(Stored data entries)
**********
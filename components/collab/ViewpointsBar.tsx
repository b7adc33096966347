"use client";
// Placeholder until saved viewpoints land: save / restore / share camera views of this fault.
import type { StudyRole } from "@/db/schema";

export function ViewpointsBar(_props: { faultId: string; role: StudyRole }) {
  return null;
}
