function ReplyBox({ pinId, faultId, mentionable, onChanged }: { pinId: string; faultId: string; mentionable: Mentionable[]; onChanged: () => void }) {
  const [body, setBody] = useState("");
  const queryClient = useQueryClient();
  const key = ["pins", faultId];
  const send = useMutation({
    mutationFn: (text: string) => apiFetch(`/api/pins/${pinId}/replies`, { method: "POST", json: { body: text } }),
    onMutate: async (text) => {
      await queryClient.cancelQueries({ queryKey: key });
      const previous = queryClient.getQueryData<PinList>(key);
      if (previous) {
        const optimistic: ReplyView = {
          id: `pending-${Date.now()}`,
          author: { id: "me", name: "You" },
          body: text,
          createdAt: new Date().toISOString(),
          edited: false,
          unread: false,
          mine: true,
          editableUntil: new Date().toISOString(),
          can: { edit: false, delete: false },
        };
        queryClient.setQueryData<PinList>(key, {
          ...previous,
          pins: previous.pins.map((pin) => (pin.id === pinId ? { ...pin, replies: [...pin.replies, optimistic] } : pin)),
        });
      }
      setBody("");
      return { previous, text };
    },
    onError: (_error, text, context) => {
      if (context?.previous) queryClient.setQueryData(key, context.previous);
      setBody(text);
    },
    onSettled: onChanged,
  });
  return (
    <form
      className="space-y-1"
      onSubmit={(event) => {
        event.preventDefault();
        if (body.trim()) send.mutate(body);
      }}
    >
      <label className="sr-only" htmlFor={`reply-${pinId}`}>
        Reply
      </label>
      <MentionTextarea
        id={`reply-${pinId}`}
        className="field min-h-[56px]"
        placeholder="Reply… (@ to mention)"
        value={body}
        onValueChange={setBody}
        mentionable={mentionable}
        maxLength={4000}
        data-testid="reply-input"
      />
      {send.isError && (
        <p className="field-error mt-0" role="alert" data-testid="reply-error">
          {errorText(send.error)}
        </p>
      )}
      <button className="btn-primary py-1.5" disabled={send.isPending || body.trim() === ""} data-testid="reply-send">
        {send.isPending ? "Sending…" : "Reply"}
      </button>
    </form>
  );
}
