function DisplacementLegend({ display }: { display: FaultDisplay }) {
  const colourMode = useSceneSettings((state) => state.colourMode);
  const field = useSceneSettings((state) => state.fields.find((candidate) => candidate.key === state.colourMode));
  const [low, high] = field ? field.range : colourMode === "throw" ? display.throwRangeM : display.displacementRangeM;
  const reversed = field?.reversed ?? false;
  const gradient = useMemo(() => {
    const stops = Array.from({ length: 11 }, (_, i) => `${surfaceInterpolator(reversed ? 1 - i / 10 : i / 10)} ${i * 10}%`);
    return `linear-gradient(to top, ${stops.join(", ")})`;
  }, [reversed]);
  // round values an even step apart, at most about seven, so labels neither crowd nor skip unevenly
  const levels = useMemo(() => legendTicks(low, high, 7), [high, low]);
  const fraction = (value: number) => (high > low ? (value - low) / (high - low) : 0.5);
  const title = field ? `${field.label} (${field.unit})` : `${colourMode === "throw" ? "Throw" : "Displacement"} (m)`;
  return (
    <div
      className="pointer-events-none absolute left-3 top-3 rounded-md bg-white/90 p-2 text-[11px] shadow ring-1 ring-slate-200 dark:bg-slate-900/90 dark:ring-slate-700"
      data-testid="legend"
      data-scene-overlay
      data-low={low}
      data-high={high}
      data-reversed={reversed ? "1" : "0"}
      data-title={title}
      data-contours={display.segments.length > 0 ? contourNote(display) : ""}
    >
      <div className="mb-1 max-w-40 font-semibold" data-testid="legend-title">
        {title}
      </div>
      <div className="mt-2 flex gap-1.5">
        <div className="h-40 w-3 rounded-sm" style={{ background: gradient }} />
        <div className="relative h-40 w-12">
          {levels.map((level) => (
            <span key={level} className="num absolute left-0 whitespace-nowrap" style={{ bottom: `calc(${fraction(level) * 100}% - 0.5em)` }}>
              — {level.toLocaleString("en", { maximumFractionDigits: 2 })}
            </span>
          ))}
          {field?.guide && (
            <span
              className="absolute -left-5 w-5 border-t-2 border-dotted border-slate-800 dark:border-slate-100"
              style={{ bottom: `${fraction(field.guide.value) * 100}%` }}
            />
          )}
        </div>
      </div>
      {field && (
        <div className="mt-1 flex max-w-40 items-center gap-1 text-slate-600 dark:text-slate-300" data-testid="legend-no-value">
          <span className="inline-block h-2.5 w-4 rounded-sm" style={{ background: NO_VALUE_COLOUR }} /> no value here
        </div>
      )}
      {field?.guide && (
        <div className="mt-1 flex max-w-40 items-center gap-1 text-slate-600 dark:text-slate-300" data-testid="legend-guide">
          <span className="inline-block w-4 border-t-2 border-dotted border-slate-700 dark:border-slate-200" /> {field.guide.label}
        </div>
      )}
      {display.segments.length > 0 && (
        <div className="mt-1 max-w-40 text-slate-500" data-testid="legend-contours">
          {contourNote(display)}
        </div>
      )}

      <div className="mt-1 flex items-center gap-1 text-slate-600 dark:text-slate-300">
        <span className="inline-block h-1 w-4 rounded bg-tip-500" /> inferred tip line
      </div>
      <div className="flex items-center gap-1 text-slate-600 dark:text-slate-300" data-testid="legend-tip-band">
        <span className="inline-block w-4 border-t border-[#f7b955]" /> its 5–95 % range
      </div>
      {display.segments.some((segment) => segment.tipOpen?.includes(1)) && (
        <div className="flex items-center gap-1 text-slate-600 dark:text-slate-300" data-testid="legend-open-edge">
          <span className="inline-block w-4 border-t-2 border-dashed border-cyan-700 dark:border-cyan-300" /> open edge, no tip inferred
        </div>
      )}
      <div className="flex items-center gap-1 text-slate-600 dark:text-slate-300">
        <span className="inline-block w-4 border-t-2 border-dashed border-slate-600 dark:border-slate-300" /> mapped limit
      </div>
    </div>
  );
}

/** "displacement contours every 10 m", or per segment when their intervals differ. */
function contourNote(display: FaultDisplay): string {
  const intervals = display.segments.map((segment) => segment.contours.intervalM);
  if (intervals.every((interval) => interval === intervals[0])) return `displacement contours every ${metres(intervals[0], 0)}`;
  return `displacement contours every ${display.segments.map((segment) => `${metres(segment.contours.intervalM, 0)} (${segment.id})`).join(", ")}`;
}
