"use client";
// A note or reply box that offers the study's people while an @handle is being typed: arrow keys or the mouse to
// choose, Enter or Tab to insert "@handle ", Escape to close.
import { useId, useMemo, useRef, useState, type TextareaHTMLAttributes } from "react";
import { mentionBeforeCaret, mentionSuggestions, type Mentionable } from "@/lib/pins/text";

export type { Mentionable };

type Props = Omit<TextareaHTMLAttributes<HTMLTextAreaElement>, "value" | "onChange"> & {
  value: string;
  onValueChange: (value: string) => void;
  mentionable: Mentionable[];
};

export function MentionTextarea({ value, onValueChange, mentionable, onKeyDown, ...textareaProps }: Props) {
  const ref = useRef<HTMLTextAreaElement>(null);
  const listId = useId();
  const [caret, setCaret] = useState(0);
  const [active, setActive] = useState(0);
  const [dismissedAt, setDismissedAt] = useState<number | null>(null);
  const mention = mentionBeforeCaret(value, caret);
  const query = mention?.query ?? null;
  const suggestions = useMemo(() => (query !== null ? mentionSuggestions(mentionable, query) : []), [query, mentionable]);
  const open = mention !== null && suggestions.length > 0 && dismissedAt !== mention.start;
  const chosen = Math.min(active, Math.max(0, suggestions.length - 1));

  const insert = (person: Mentionable) => {
    if (!mention) return;
    const before = value.slice(0, mention.start);
    const after = value.slice(caret).replace(/^[\w.-]*/, "");
    const inserted = `@${person.handle} `;
    const next = before + inserted + after.replace(/^ /, "");
    const position = before.length + inserted.length;
    onValueChange(next);
    setCaret(position);
    setActive(0);
    requestAnimationFrame(() => {
      ref.current?.focus();
      ref.current?.setSelectionRange(position, position);
    });
  };

  return (
    <div className="relative">
      <textarea
        {...textareaProps}
        ref={ref}
        value={value}
        role="combobox"
        aria-autocomplete="list"
        aria-expanded={open}
        aria-controls={open ? listId : undefined}
        aria-activedescendant={open ? `${listId}-${chosen}` : undefined}
        onChange={(event) => {
          onValueChange(event.target.value);
          setCaret(event.target.selectionStart ?? event.target.value.length);
          setActive(0);
        }}
        onSelect={(event) => setCaret(event.currentTarget.selectionStart ?? 0)}
        onKeyDown={(event) => {
          if (open) {
            if (event.key === "ArrowDown" || event.key === "ArrowUp") {
              event.preventDefault();
              const step = event.key === "ArrowDown" ? 1 : -1;
              setActive((chosen + step + suggestions.length) % suggestions.length);
              return;
            }
            if (event.key === "Enter" || event.key === "Tab") {
              event.preventDefault();
              insert(suggestions[chosen]);
              return;
            }
            if (event.key === "Escape") {
              event.preventDefault();
              setDismissedAt(mention!.start);
              return;
            }
          }
          onKeyDown?.(event);
        }}
      />
      {open && (
        <ul
          id={listId}
          role="listbox"
          aria-label="People to mention"
          className="absolute left-0 right-0 z-20 mt-1 max-h-48 overflow-auto rounded-lg border border-slate-200 bg-white py-1 text-sm shadow-lg dark:border-slate-700 dark:bg-slate-900"
          data-testid="mention-list"
        >
          {suggestions.map((person, index) => (
            <li
              key={person.handle}
              id={`${listId}-${index}`}
              role="option"
              aria-selected={index === chosen}
              className={`flex cursor-pointer items-baseline justify-between gap-3 px-3 py-1.5 ${index === chosen ? "bg-slip-50 dark:bg-slip-950" : ""}`}
              onMouseDown={(event) => {
                event.preventDefault(); // keep the focus in the text box
                insert(person);
              }}
              onMouseEnter={() => setActive(index)}
              data-testid="mention-option"
            >
              <span className="font-mono">@{person.handle}</span>
              <span className="truncate text-xs text-slate-500">{person.name}</span>
            </li>
          ))}
        </ul>
      )}
    </div>
  );
}
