// ---- the true fault surface -------------------------------------------------------------------------------
// P(s, t) = c + s·ŝ + t·d̂ + w(s, t)·n̂: the reference plane moved along its normal by the surface's offset w (the
// display grid's, or the coarse surface beyond it). Relief (displacement × exaggeration) and line lifts go along the
// surface's own local normal, n̂ − ∂w/∂s·ŝ − ∂w/∂t·d̂ normalised, so they stand off the surface where it curves.
// Displays made before the true surface have no offsets: w = 0, and everything lies on the plane as before.

export interface SurfaceFrame {
  /** offset from the reference plane along its normal (m) */
  offPlaneM: number;
  /** unit local normal, upward (hanging-wall side) */
  normal: [number, number, number];
}

/** Offset and local normal of a segment's surface at (s, t) (central differences one display cell apart). */
export function surfaceFrameAt(segment: DisplaySegment, s: number, t: number): SurfaceFrame {
  const { frame } = segment;
  const offPlaneM = surfaceOffsetAt(segment, s, t);
  if (!segment.grid.offPlaneM && !segment.surface) return { offPlaneM, normal: [...frame.normal] };
  const step = segment.grid.cellM;
  const slopeS = (surfaceOffsetAt(segment, s + step, t) - surfaceOffsetAt(segment, s - step, t)) / (2 * step);
  const slopeT = (surfaceOffsetAt(segment, s, t + step) - surfaceOffsetAt(segment, s, t - step)) / (2 * step);
  return { offPlaneM, normal: surfaceNormal(slopeS, slopeT, frame) };
}

/** The surface point at (s, t), moved h along the local normal, written into out[offset..offset+2] (world-local). */
export function surfacePoint(segment: DisplaySegment, s: number, t: number, h: number, out: Float32Array | Float64Array, offset: number) {
  const { frame } = segment;
  const { offPlaneM, normal } = h === 0 ? { offPlaneM: surfaceOffsetAt(segment, s, t), normal: frame.normal } : surfaceFrameAt(segment, s, t);
  // the plane point raised by the surface's offset along the plane's normal, then h along the surface's own normal
  const onSurface = planeToWorld(frame, s, t, offPlaneM);
  for (let axis = 0; axis < 3; axis++) out[offset + axis] = onSurface[axis] + h * normal[axis];
}

/** Local strike and dip of the surface at (s, t) (degrees; strike by the right-hand rule, as the plane's). */
export function localOrientationAt(segment: DisplaySegment, s: number, t: number): { strikeDeg: number; dipDeg: number } {
  const { strikeDeg, dipDeg } = orientationOfNormal(surfaceFrameAt(segment, s, t).normal);
  return { strikeDeg, dipDeg };
}

/**
 * (s, t) of a world-local point on the drawn surface (relief `reliefAt(s, t)` along the local normal): the point
 * projected on the plane, then corrected for the surface's offset and relief a few times (they move it by a small
 * fraction of themselves where the surface is tilted from the plane).
 */
export function surfaceCoordinates(
  segment: DisplaySegment,
  x: number,
  y: number,
  z: number,
  reliefAt: (s: number, t: number) => number = () => 0,
): [number, number] {
  let [s, t] = frameCoordinates(segment.frame, x, y, z);
  const point = new Float64Array(3);
  for (let k = 0; k < 12; k++) {
    surfacePoint(segment, s, t, reliefAt(s, t), point, 0);
    const [ds, dt] = frameCoordinates(
      segment.frame,
      x - point[0] + segment.frame.centroid[0],
      y - point[1] + segment.frame.centroid[1],
      z - point[2] + segment.frame.centroid[2],
    );
    s += ds;
    t += dt;
    if (Math.abs(ds) + Math.abs(dt) < 1e-3) break;
  }
  return [s, t];
}

/** lines sit this far off the surface along the normal so they are not hidden in it */
export function lineLiftM(display: FaultDisplay): number {
  return Math.max(0.5, displayExtentM(display) * 0.002);
}

/** the largest side of the segments' grids, m */
export function displayExtentM(display: FaultDisplay): number {
  let extent = 0;
  for (const { grid } of display.segments) {
    extent = Math.max(extent, (grid.columns - 1) * grid.cellM, (grid.rows - 1) * grid.cellM);
  }
  return extent || 1;
}

// ---- surface ---------------------------------------------------------------------------------------------

/** the colour of surface nodes where a colour field has no value (#b8bec6), linear RGB */
export const NO_VALUE_COLOUR = "#b8bec6";
const NO_VALUE_LINEAR = Float32Array.from(parseCssColor(NO_VALUE_COLOUR), srgbToLinear);

export interface SurfaceOptions {
  colourMode: ColourMode;
  /** relief off the plane per metre of displacement (0 = flat on the plane) */
  exaggeration: number;
  /** value range mapped onto the colour scale */
  colorRangeM: [number, number];
  /** values to colour by instead of displacement/throw (a ScalarField's array for this segment) */
  fieldValues?: Float32Array;
  reversed?: boolean;
}

/**
 * One vertex per grid node; two triangles per cell whose four corners have data, one triangle over the
 * three corners that have data in a cell with one empty corner, none otherwise: holes stay open.
 * Cells split along the (column, row)–(column+1, row+1) diagonal, as `surfaceValueAt` assumes.
 */
export function buildSurfaceMesh(segment: DisplaySegment, options: SurfaceOptions): MeshArrays {
  const { grid } = segment;
  const { columns, rows } = grid;
  const nodeCount = columns * rows;
  const positions = new Float32Array(nodeCount * 3);
  const colors = new Float32Array(nodeCount * 3);
  const colorValues = options.fieldValues ?? (options.colourMode === "throw" ? grid.throwM : grid.displacementM);
  const lut = surfaceColorLut();
  const [low, high] = options.colorRangeM;
  const span = high - low || 1;
  for (let row = 0; row < rows; row++) {
    for (let column = 0; column < columns; column++) {
      const node = row * columns + column;
      const displacement = grid.displacementM[node];
      const height = Number.isNaN(displacement) ? 0 : displacement * options.exaggeration;
      surfacePoint(segment, grid.s0 + column * grid.cellM, grid.t0 + row * grid.cellM, height, positions, node * 3);
      const value = colorValues[node];
      if (options.fieldValues && Number.isNaN(value)) {
        // a field with no value where the surface has one (e.g. SGR outside the described column): neutral grey
        colors.set(NO_VALUE_LINEAR, node * 3);
        continue;
      }
      const fraction = (value - low) / span;
      const entry = Number.isNaN(value) ? 0 : lutIndex(options.reversed ? 1 - fraction : fraction) * 3;
      colors[node * 3] = lut[entry];
      colors[node * 3 + 1] = lut[entry + 1];
      colors[node * 3 + 2] = lut[entry + 2];
    }
  }
  const indices: number[] = [];
  const hasData = (node: number) => !Number.isNaN(grid.displacementM[node]);
  for (let row = 0; row < rows - 1; row++) {
    for (let column = 0; column < columns - 1; column++) {
      const a = row * columns + column;
      const b = a + 1;
      const c = a + columns;
      const d = c + 1;
      const corners = [a, b, d, c].filter(hasData);
      if (corners.length === 4) indices.push(a, b, d, a, d, c);
      else if (corners.length === 3) indices.push(corners[0], corners[1], corners[2]);
    }
  }
  return { positions, colors, indices: Uint32Array.from(indices) };
}

/** The value the drawn surface shows at (s, t): linear on the same triangles as `buildSurfaceMesh` (NaN off it). */
export function surfaceValueAt(grid: DisplayGrid, values: Float32Array, s: number, t: number): number {
  return sampleGrid(grid, values, s, t, AS_DRAWN);
}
**********
## EXERCISE BRIEF
The answer needed is a single number: how many lines in the records above hold the string "PinList". Please write nothing else.

## TASK RESULT
2